## WHAT IS REQUIRED:
Under this line are the records; write out word for word the part that begins at the line containing "attributes: base.attributes.map((each) =>" and ends at the line containing "filename rules/consistency/check-aggregate-gravities.ts", and no more.

## EXERCISE DATA:
——————————

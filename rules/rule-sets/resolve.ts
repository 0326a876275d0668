import type { Quantity } from '../quantities/quantity';
import { applyLayer } from './apply-layer';
import type { AttributeDefinition } from './attribute';
import { checkEdition } from './check-edition';
import type { DocumentType } from './document-types';
import type { DocumentProblem } from './problem';
import { isLayer, type Layer, type Rule, type RuleSet, type RuleSetCase } from './schema';
import type { LimitTable } from './table';

/** What a later document put something else in place of: that document's name, and the old text. */
export interface Displaced {
  document: string;
  text: string;
}

/** Which document supplied a thing, and what it displaced there. */
export interface Provenance {
  document: string;
  displaced: Displaced[];
}

export interface EditionReference {
  id: string;
  title: string;
  edition: string;
}

export type ResolvedRule = Rule & { supplied: Provenance };
export type ResolvedTable = LimitTable & {
  supplied: Provenance;
  /** One a row, in the order of the rows. */
  rowsSupplied: Provenance[];
};
export type ResolvedAttribute = AttributeDefinition & { supplied: Provenance };

/** A base edition with its layers applied in order: what a record is judged by, and what is sealed. */
export interface ResolvedEdition {
  id: string;
  title: string;
  agency: string;
  edition: string;
  effective: { from: string | null; to: string | null };
  layers: EditionReference[];
  designPoint: { targetAirVoids: number; fit: 'quadratic' | 'linear' };
  roomToMove: string[];
  reportedTolerance: Record<string, number>;
  attributes: ResolvedAttribute[];
  quantities: Quantity[];
  documents: DocumentType[];
  tables: ResolvedTable[];
  rules: ResolvedRule[];
  removed: { kind: 'rule' | 'table' | 'attribute'; id: string; document: string; text: string }[];
  /** The base's own cases, or the layers' where there are any: a layer may change what the base's expect. */
  cases: RuleSetCase[];
}

export type Resolution = { ok: true; edition: ResolvedEdition } | { ok: false; problems: DocumentProblem[] };

/** Base and layers as one edition, or every reason why they do not fit together. */
export function resolveEdition(base: RuleSet | Layer, layers: (Layer | RuleSet)[] = []): Resolution {
  if (isLayer(base)) {
    return refused(
      '/layerOf',
      `${documentName(base)} is a layer of ${base.layerOf.id}, edition ${base.layerOf.edition}, and cannot stand alone.`,
      'Give its base edition first, and this document as a layer.',
    );
  }
  const misfits = layers.flatMap((layer) => misfitOf(base, layers, layer));
  if (misfits.length > 0) return { ok: false, problems: misfits };

  let edition = resolvedBase(base);
  const problems: DocumentProblem[] = [];
  for (const layer of layers) {
    if (!isLayer(layer)) continue;
    const applied = applyLayer(edition, layer);
    edition = applied.edition;
    problems.push(...applied.problems);
  }
  if (problems.length === 0) problems.push(...checkEdition(edition));
  return problems.length === 0 ? { ok: true, edition } : { ok: false, problems };
}

/** "Section 412 Dense-graded asphalt mixtures, 2026" */
export function documentName(document: { title: string; edition: string }): string {
  return `${document.title}, ${document.edition}`;
}

function misfitOf(base: RuleSet, layers: (Layer | RuleSet)[], layer: Layer | RuleSet): DocumentProblem[] {
  const name = documentName(layer);
  if (!isLayer(layer)) {
    return refusal(
      '/layerOf',
      `${name} is a base edition, not a layer.`,
      'Give a document whose layerOf names the base edition.',
    );
  }
  const { id, edition } = layer.layerOf;
  if (
    layers.some((other) => other !== layer && isLayer(other) && other.id === id && other.edition === edition)
  ) {
    return refusal(
      '/layerOf',
      `${name} is a layer over ${id}, edition ${edition}, which is itself a layer.`,
      `Make it a layer of ${base.id}, edition ${base.edition}.`,
    );
  }
  if (id !== base.id || edition !== base.edition) {
    return refusal(
      '/layerOf',
      `${name} is a layer of ${id}, edition ${edition}, but the base is ${base.id}, edition ${base.edition}.`,
      'Choose the base edition that it names, or the layer made for this base.',
    );
  }
  return [];
}

function resolvedBase(base: RuleSet): ResolvedEdition {
  const supplied = (): Provenance => ({ document: documentName(base), displaced: [] });
  return {
    id: base.id,
    title: base.title,
    agency: base.agency,
    edition: base.edition,
    effective: base.effective,
    layers: [],
    designPoint: base.designPoint,
    roomToMove: base.roomToMove,
    reportedTolerance: base.reportedTolerance,
    attributes: base.attributes.map((each) => ({ ...each, supplied: supplied() })),
    quantities: base.quantities,
    documents: base.documents,
    tables: base.tables.map((each) => ({
      ...each,
      supplied: supplied(),
      rowsSupplied: each.rows.map(supplied),
    })),
    rules: base.rules.map((each) => ({ ...each, supplied: supplied() })),
    removed: [],
    cases: base.cases,
  };
}

function refusal(pointer: string, detail: string, fix: string): DocumentProblem[] {
  return [{ pointer, detail, fix }];
}

function refused(pointer: string, detail: string, fix: string): Resolution {
  return { ok: false, problems: refusal(pointer, detail, fix) };
}
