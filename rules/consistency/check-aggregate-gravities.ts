import { formatDecimals } from '../numerics/round';
import type { Conditions } from '../record';
import {
  type ConsistencyInput,
  type ConsistencyObservation,
  computedValues,
  isOfOwnTrial,
  type Known,
  knownReading,
  knownValue,
  placeOf,
  subjectOf,
} from './consistency-observation';

/** Gravities are reported to 0.001; a breach up to this is shown as advisory. */
const gravityAllowance = 0.005;

/** Gsb ≤ Gse ≤ Gsa: no aggregate can break this order (AASHTO R 35; from memory, verify). */
export function checkAggregateGravities(input: ConsistencyInput): ConsistencyObservation[] {
  return [
    ...computedValues(input, effective)
      .filter(isOfOwnTrial)
      .flatMap((gse) => againstBlend(input, knownValue(gse))),
    ...bulkAgainstApparent(input),
    ...statedNegativeAbsorption(input),
  ];
}

const bulk = 'bulk-specific-gravity-aggregate';
const apparent = 'apparent-specific-gravity-aggregate';
const effective = 'effective-specific-gravity-aggregate';

function againstBlend(input: ConsistencyInput, gse: Known): ConsistencyObservation[] {
  const gsb = ofBlend(input, bulk, gse.at);
  const gsa = ofBlend(input, apparent, gse.at);
  const found: ConsistencyObservation[] = [];
  if (gsb && gse.value < gsb.value) {
    found.push({
      ...effectiveBreach(gse, gsb, gsb.value - gse.value),
      name: 'effective-below-bulk-gravity',
      limit: { min: gsb.value, max: null },
      sentence: `The effective gravity of the aggregate${placeOf(gse.at)} is ${three(gse.value)}, below its bulk gravity, ${three(gsb.value)}.`,
      reason:
        'Aggregate cannot absorb less than nothing: Gmm, the binder content or the bulk gravity is wrong.',
    });
  }
  if (gsa && gse.value > gsa.value) {
    found.push({
      ...effectiveBreach(gse, gsa, gse.value - gsa.value),
      name: 'effective-above-apparent-gravity',
      limit: { min: null, max: gsa.value },
      sentence: `The effective gravity of the aggregate${placeOf(gse.at)} is ${three(gse.value)}, above its apparent gravity, ${three(gsa.value)}.`,
      reason:
        'Binder cannot enter pores that water does not: Gmm, the binder content or the apparent gravity is wrong.',
    });
  }
  return found;
}

function effectiveBreach(gse: Known, bound: Known, by: number) {
  return {
    subject: subjectOf(effective, gse.at),
    severity: by > gravityAllowance + 1e-9 ? ('required' as const) : ('advisory' as const),
    outcome: 'fail' as const,
    observed: gse.value,
    unit: '1',
    evidence: [gse.evidence, bound.evidence],
    quantity: effective,
    at: gse.at,
  };
}

/** The blend's gravity for a trial: computed from the stockpiles, else as stated. */
function ofBlend(input: ConsistencyInput, quantity: string, at: Conditions): Known | null {
  const computed = computedValues(input, quantity);
  const own =
    computed.find((value) => value.at.trial !== undefined && value.at.trial === at.trial) ??
    (computed.length === 1 && computed[0]!.at.trial === undefined ? computed[0] : undefined);
  if (own) return knownValue(own);
  const stated = input.index
    .ofTrial(quantity, at.trial ?? 'design')
    .filter((reading) => reading.at.stockpile === undefined);
  return stated.length === 1 ? knownReading(stated[0]!) : null;
}

function bulkAgainstApparent({ index }: ConsistencyInput): ConsistencyObservation[] {
  return index.all(bulk).flatMap((gsb) => {
    const gsa = index.all(apparent).find(({ at }) => sameSample(at, gsb.at));
    if (!gsa || gsb.value! <= gsa.value!) return [];
    return {
      name: 'bulk-above-apparent-gravity',
      subject: subjectOf(bulk, gsb.at),
      severity: 'advisory' as const,
      outcome: 'fail' as const,
      observed: gsb.value,
      limit: { min: null, max: gsa.value },
      unit: '1',
      sentence: `The bulk gravity of the aggregate${placeOf(gsb.at)} is ${three(gsb.value!)}, above its apparent gravity, ${three(gsa.value!)}.`,
      reason:
        'The volume with the pores cannot be smaller than the volume without them; the two may be swapped.',
      evidence: [gsb, gsa].map((reading) => knownReading(reading).evidence),
      quantity: bulk,
      at: gsb.at,
    };
  });
}

/** Where Gse is not to be had, a stated negative absorption still tells the same. */
function statedNegativeAbsorption(input: ConsistencyInput): ConsistencyObservation[] {
  const covered = new Set(computedValues(input, 'absorbed-binder').map(({ at }) => at.trial ?? 'design'));
  return input.index
    .all('absorbed-binder')
    .filter(({ value, at }) => value! < 0 && !covered.has(at.trial ?? 'design'))
    .map((reading) => ({
      name: 'negative-absorption',
      subject: subjectOf(reading.quantity, reading.at),
      severity: 'advisory' as const,
      outcome: 'fail' as const,
      observed: reading.value,
      limit: { min: 0, max: null },
      unit: '%',
      sentence: `Absorbed binder${placeOf(reading.at)} is stated as ${formatDecimals(reading.value!, 2)} %, below zero.`,
      reason: 'Aggregate cannot absorb less than nothing: a gravity behind it is wrong.',
      evidence: [knownReading(reading).evidence],
      quantity: reading.quantity,
      at: reading.at,
    }));
}

function sameSample(left: Conditions, right: Conditions): boolean {
  return (
    left.stockpile === right.stockpile &&
    left.trial === right.trial &&
    left.blend === right.blend &&
    left.variant === right.variant &&
    left.specimen === right.specimen
  );
}

function three(value: number): string {
  return formatDecimals(value, 3);
}
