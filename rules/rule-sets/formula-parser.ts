import { createParse } from 'mathjs/number';
import { FormulaFault } from './formula-fault';

/** A formula as a tree of the few things that it may consist of. Numbers keep the digits they are written with. */
export type Expression =
  | { kind: 'number'; written: string }
  | { kind: 'name'; name: string }
  | { kind: 'operation'; operator: Operator; operands: Expression[] }
  | { kind: 'call'; name: FormulaFunction; operands: Expression[] };

export type Operator = 'add' | 'subtract' | 'multiply' | 'divide' | 'pow' | 'unaryMinus' | 'unaryPlus';

/** Functions that a formula may use, with the fewest and the most values they take. */
export const FORMULA_FUNCTIONS = {
  abs: [1, 1],
  min: [2, Number.POSITIVE_INFINITY],
  max: [2, Number.POSITIVE_INFINITY],
  sqrt: [1, 1],
  exp: [1, 1],
  ln: [1, 1],
  log10: [1, 1],
} as const;

export type FormulaFunction = keyof typeof FORMULA_FUNCTIONS;

/**
 * The tree of a formula. The library only parses: it is given our own classes of nodes, so that it has nothing to
 * evaluate or to compile, and whatever a formula may not contain is refused while the tree is built.
 *
 * Throws a `FormulaFault` for what is not allowed and the library's own SyntaxError for what is no formula.
 */
export function parseExpression(text: string): Expression {
  const node = parse(text);
  if (!(node instanceof FormulaNode)) throw refused('a list of formulas');
  return node.expression;
}

class FormulaNode {
  // The library asks for this mark before it looks at any other.
  get isNode(): boolean {
    return true;
  }
  constructor(readonly expression: Expression) {}
}

class NumberNode extends FormulaNode {
  readonly isConstantNode = true;
  constructor(written: unknown) {
    if (written === undefined)
      throw new FormulaFault('the formula is empty.', 'Write a formula such as Gse - Gsb.');
    // The library stands a number of its own beside the sign for percent, and nothing else that is no text.
    if (typeof written !== 'string') throw refused('the sign % or a word of a language');
    super({ kind: 'number', written });
  }
}

class NameNode extends FormulaNode {
  readonly isSymbolNode = true;
  constructor(readonly name: string) {
    super({ kind: 'name', name });
  }
}

class OperationNode extends FormulaNode {
  readonly isOperatorNode = true;
  readonly fn: string;
  constructor(
    readonly op: string,
    fn: string,
    readonly args: FormulaNode[],
    isImplicit = false,
    isPercentage = false,
  ) {
    if (isPercentage || !OPERATORS.has(fn)) throw refused(`the sign ${isPercentage ? '%' : op}`);
    if (isImplicit) {
      throw new FormulaFault(
        'two terms stand side by side without a sign between them.',
        'Write * for a product.',
      );
    }
    super({
      kind: 'operation',
      operator: fn as Operator,
      operands: args.map(({ expression }) => expression),
    });
    this.fn = fn;
  }
}

class CallNode extends FormulaNode {
  readonly isFunctionNode = true;
  constructor(
    readonly fn: unknown,
    readonly args: FormulaNode[],
  ) {
    const name = fn instanceof NameNode ? fn.name : '';
    const arity = isFunction(name) ? FORMULA_FUNCTIONS[name] : null;
    if (arity === null)
      throw new FormulaFault(`${name} is not a function that a formula can use.`, FUNCTIONS_FIX);
    if (args.length < arity[0] || args.length > arity[1]) {
      throw new FormulaFault(
        `${name} is given ${args.length} value${args.length === 1 ? '' : 's'}.`,
        `Give ${arity[1] === 1 ? 'one value' : `${arity[0]} values or more`}.`,
      );
    }
    super({
      kind: 'call',
      name: name as FormulaFunction,
      operands: args.map(({ expression }) => expression),
    });
  }
}

function isFunction(name: string): name is FormulaFunction {
  return Object.hasOwn(FORMULA_FUNCTIONS, name);
}

/** What brackets hold stands for itself. */
class BracketNode extends FormulaNode {
  constructor(content: FormulaNode) {
    super(content.expression);
  }
}

function forbidden(what: string) {
  return class {
    constructor() {
      throw refused(what);
    }
  };
}

function refused(what: string): FormulaFault {
  return new FormulaFault(
    `it holds ${what}, which a formula cannot.`,
    `Use + - * / ^, brackets, numbers, trade symbols and ${Object.keys(FORMULA_FUNCTIONS).join(', ')}.`,
  );
}

const OPERATORS = new Set<string>([
  'add',
  'subtract',
  'multiply',
  'divide',
  'pow',
  'unaryMinus',
  'unaryPlus',
] satisfies Operator[]);

const FUNCTIONS_FIX = `Use one of ${Object.keys(FORMULA_FUNCTIONS).join(', ')}, or write * for a product.`;

const parse = createParse({
  typed: Object.assign(
    (_name: string, signatures: { string: (text: string) => unknown }) => signatures.string,
    { addConversion: () => undefined },
  ),
  // The digits as written: they are read as decimals, never through a binary number.
  numeric: (written: string) => written,
  config: { number: 'number', numberFallback: 'number' },
  AccessorNode: forbidden('a dot or brackets after a name'),
  ArrayNode: forbidden('a list'),
  AssignmentNode: forbidden('an assignment'),
  BlockNode: forbidden('more than one formula'),
  ConditionalNode: forbidden('a condition'),
  ConstantNode: NumberNode,
  FunctionAssignmentNode: forbidden('a definition of a function'),
  FunctionNode: CallNode,
  IndexNode: forbidden('an index'),
  ObjectNode: forbidden('an object'),
  OperatorNode: OperationNode,
  ParenthesisNode: BracketNode,
  RangeNode: forbidden('a range'),
  RelationalNode: forbidden('a comparison'),
  SymbolNode: NameNode,
});
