import type { EditionView } from './edition-view';
import type { DocumentProblem } from './problem';
import type { RuleSetCase } from './schema';

/** Cases must name rules, attributes and quantities that exist. */
export function checkCases(cases: RuleSetCase[], view: EditionView): DocumentProblem[] {
  return cases.flatMap((each, i) => [
    ...each.expected.flatMap((expected, j) =>
      view.rule(expected.rule)
        ? []
        : [
            {
              pointer: `/cases/${i}/expected/${j}/rule`,
              detail: `Case ${each.id} expects a finding of the rule ${expected.rule}, which this edition does not have.`,
              fix: 'Name a rule of this edition, or remove the expectation.',
            },
          ],
    ),
    ...Object.keys(each.record.attributes).flatMap((name) =>
      view.attribute(name)
        ? []
        : [
            {
              pointer: `/cases/${i}/record/attributes/${name}`,
              detail: `Case ${each.id} states the attribute ${name}, which is not known.`,
              fix: 'Declare the attribute, or correct its name.',
            },
          ],
    ),
    ...each.record.readings.flatMap((reading, j) =>
      view.quantity(reading.quantity)
        ? []
        : [
            {
              pointer: `/cases/${i}/record/readings/${j}/quantity`,
              detail: `Case ${each.id} has a reading of the quantity ${reading.quantity}, which is not known.`,
              fix: 'Use an id of the registry, or declare the quantity.',
            },
          ],
    ),
  ]);
}
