import type { Evidence } from '../engine/finding';
import { squared } from '../numerics/transcendental';
import type { Quantity } from '../quantities/quantity';
import { allQuantities } from '../quantities/registry';
import { numberWords, unitSuffix } from '../rule-sets/words';
import {
  type ConsistencyInput,
  type ConsistencyObservation,
  computedValues,
  knownReading,
  knownValue,
} from './consistency-observation';
import { replicateGroups } from './replicate-groups';

/**
 * Below this part of the published single-operator standard deviation the scatter of honest specimens hardly ever
 * lies: laboratories do two to eight times better than the published figure, not twenty (common practice, no source).
 */
const leastPart = 1 / 20;

/** Differences within groups that it takes to speak of scatter at all. */
const leastFreedom = 4;

/** Replicates that agree better than the method can. Those that agree in every digit are reported by themselves. */
export function checkScatter(input: ConsistencyInput): ConsistencyObservation[] {
  return allQuantities().flatMap((quantity) => {
    const published = quantity.methodPrecision?.singleOperatorStandardDeviation;
    if (published === undefined) return [];
    const groups = groupsOf(input, quantity.id);
    const freedom = groups.reduce((sum, { values }) => sum + values.length - 1, 0);
    const squares = groups.reduce((sum, { values }) => sum + squaresAbout(values), 0);
    const pooled = Math.sqrt(squares / Math.max(1, freedom));
    if (freedom < leastFreedom || squares < 1e-18 || pooled >= published * leastPart) return [];
    return [observation(quantity, published, pooled, groups)];
  });
}

interface Group {
  values: number[];
  evidence: Evidence[];
}

/** Single values by trial: computed of masses where they are, else as read. */
function groupsOf(input: ConsistencyInput, quantity: string): Group[] {
  const computed = computedValues(input, quantity)
    .filter(({ specimens }) => specimens.length > 1)
    .map((value) => ({
      values: value.specimens.map((specimen) => specimen.value),
      evidence: [knownValue(value).evidence],
    }));
  if (computed.length > 0) return computed;
  return replicateGroups(input.index.all(quantity))
    .filter((readings) => readings.length > 1)
    .map((readings) => ({
      values: readings.map(({ value }) => value!),
      evidence: readings.map((reading) => knownReading(reading).evidence),
    }));
}

function squaresAbout(values: readonly number[]): number {
  const average = values.reduce((sum, value) => sum + value, 0) / values.length;
  return values.reduce((sum, value) => sum + squared(value - average), 0);
}

function observation(
  { id, label, unit, decimals }: Quantity,
  published: number,
  pooled: number,
  groups: readonly Group[],
): ConsistencyObservation {
  const digits = decimals + 2;
  return {
    name: 'too-little-scatter',
    subject: `${label}, scatter of specimens`,
    severity: 'advisory',
    outcome: 'fail',
    observed: pooled,
    limit: { min: published * leastPart, max: null },
    unit,
    sentence: `Specimens alike have a standard deviation of ${numberWords(pooled, digits)}${unitSuffix(unit)} in ${label}; the method's own is ${numberWords(published)}${unitSuffix(unit)}.`,
    reason: 'So little scatter is hardly ever met; values may have been calculated backwards or copied.',
    evidence: groups.flatMap(({ evidence }) => evidence),
    quantity: id,
    at: {},
  };
}
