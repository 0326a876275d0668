import type { RevisionListItem } from '#shared/contracts/submittals';
import { dateOfInstant, formatDate } from '#shared/format/dates';
import { OutcomeTally } from '../../../components/ui/outcome-tally';
import { SectionHead } from '../../../components/ui/section-head';

/** One row a revision, the first one first. */
export function History({
  mixDesignation,
  timeZone,
  revisions,
}: {
  mixDesignation: string;
  /** The agency's. */
  timeZone: string;
  revisions: readonly RevisionListItem[];
}) {
  const day = (instant: string | null) => (instant ? formatDate(dateOfInstant(instant, timeZone)) : null);
  return (
    <section>
      <SectionHead
        title={`${mixDesignation} so far`}
        about="every revision is kept with its workbook, its reading and its check"
      />
      <div className="sideways">
        <table className="table">
          <thead>
            <tr>
              <th scope="col">Revision</th>
              <th scope="col">Submitted</th>
              <th scope="col">Answered</th>
              <th scope="col" className="number">
                Working days
              </th>
              <th scope="col">Outcomes</th>
              <th scope="col">What changed</th>
            </tr>
          </thead>
          <tbody>
            {revisions.map((revision) => (
              <tr key={revision.number}>
                <th scope="row">r{revision.number}</th>
                <td>{day(revision.submittedAt) ?? <span className="mute">not yet</span>}</td>
                <td>{day(revision.returnedAt) ?? ''}</td>
                <td className="number">{revision.workingDaysTaken ?? ''}</td>
                <td>{revision.summary ? <OutcomeTally summary={revision.summary} /> : ''}</td>
                <td className="mute">
                  {revision.changes ?? (revision.number === 0 ? 'first revision' : '')}
                </td>
              </tr>
            ))}
          </tbody>
        </table>
      </div>
    </section>
  );
}
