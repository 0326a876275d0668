import { Engine, type TopLevelCondition } from 'json-rules-engine';
import { analyse } from '#rules/engine/analyse';
import { attributeFact } from '#rules/engine/attribute-fact';
import { addOperators, type LeafComparison } from '#rules/engine/decide';
import { evaluate } from '#rules/engine/evaluate';
import type { Finding } from '#rules/engine/finding';
import { quantityValue } from '#rules/engine/quantity-value';
import { worldOf } from '#rules/engine/world';
import type { CheckContext, MixRecord } from '#rules/record';
import type { ResolvedEdition } from '#rules/rule-sets/resolve';
import { type Comparison, comparisonsOf } from '#rules/rule-sets/when';

/**
 * The same decisions by json-rules-engine alone: the `when` of every rule and the limit of every finding, on facts
 * that are look-ups of values worked out beforehand. One engine, reused; no cache, as its fastest use is.
 */
export function bareRun(
  record: MixRecord,
  edition: ResolvedEdition,
  context: CheckContext,
): () => Promise<unknown> {
  const engine = new Engine([], { allowUndefinedFacts: true });
  addOperators(engine);
  const values = new Map<string, unknown>();
  const fact = (name: string, value: unknown) => {
    values.set(name, value);
    engine.addFact(name, () => values.get(name), { cache: false });
  };
  const { findings } = evaluate(record, edition, context);
  const world = worldOf({ record, edition, context, analysis: analyse(record, edition.designPoint) });
  for (const rule of edition.rules) {
    const whens = rule.when ? comparisonsOf(rule.when).map(({ comparison }) => comparison) : [];
    for (const comparison of whens) {
      const known = attributeFact(world, comparison.fact);
      const value = comparison.params
        ? quantityValue(world, comparison.params.quantity, comparison.params.at)
        : { ok: known.kind === 'value', value: known.kind === 'value' ? known.value : undefined };
      fact(nameOf(comparison), value.ok ? value.value : undefined);
    }
    const own = findings.filter((finding) => finding.rule === rule.id);
    const limits = own.flatMap((finding, place) => limitConditions(finding, `${rule.id} ${place}`, fact));
    const when = rule.when ? [renamed(rule.when) as TopLevelCondition] : [];
    const all = [...when, ...limits];
    if (all.length === 0) continue;
    engine.addRule({ name: rule.id, conditions: { all }, event: { type: 'pass' } });
  }
  return () => engine.run();
}

type Condition = TopLevelCondition | { fact: string; operator: string; value: unknown };

/** What is held against a limit: a number against its ends, a word against the list, a document against being there. */
function limitConditions(
  { observed, limit, outcome, kind }: Finding,
  name: string,
  fact: (name: string, value: unknown) => void,
): { fact: string; operator: string; value: unknown }[] {
  if (outcome === 'not applicable') return [];
  if (kind === 'document' || limit === null) {
    fact(name, observed === null ? 'absent' : 'there');
    return [{ fact: name, operator: 'equal', value: 'there' }];
  }
  if (limit.oneOf !== null) {
    fact(name, observed?.text);
    return [{ fact: name, operator: 'in', value: limit.oneOf }];
  }
  fact(name, observed?.rounded ?? undefined);
  return [
    ...(limit.min === null ? [] : [{ fact: name, operator: 'greaterThanInclusive', value: limit.min }]),
    ...(limit.max === null ? [] : [{ fact: name, operator: 'lessThanInclusive', value: limit.max }]),
  ];
}

/** The rule's own condition; a quantity is looked up under a name of its own, as an attribute is. */
function renamed(condition: unknown): Condition {
  const group = condition as { all?: unknown[]; any?: unknown[]; not?: unknown };
  if (group.all) return { all: group.all.map(renamed) } as TopLevelCondition;
  if (group.any) return { any: group.any.map(renamed) } as TopLevelCondition;
  if (group.not) return { not: renamed(group.not) } as TopLevelCondition;
  const comparison = condition as Comparison;
  return { fact: nameOf(comparison), operator: comparison.operator, value: comparison.value };
}

function nameOf({ fact, params }: Pick<LeafComparison, 'fact' | 'params'>): string {
  return params === undefined ? `attribute ${fact}` : `quantity ${JSON.stringify(params)}`;
}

——————————

## WRITTEN ANSWER:
    attributes: base.attributes.map((each) => ({ ...each, supplied: supplied() })),
    quantities: base.quantities,
    documents: base.documents,
    tables: base.tables.map((each) => ({
      ...each,
      supplied: supplied(),
      rowsSupplied: each.rows.map(supplied),
    })),
    rules: base.rules.map((each) => ({ ...each, supplied: supplied() })),
    removed: [],
    cases: base.cases,
  };
}

function refusal(pointer: string, detail: string, fix: string): DocumentProblem[] {
  return [{ pointer, detail, fix }];
}

function refused(pointer: string, detail: string, fix: string): Resolution {
  return { ok: false, problems: refusal(pointer, detail, fix) };
}
filename rules/consistency/check-aggregate-gravities.ts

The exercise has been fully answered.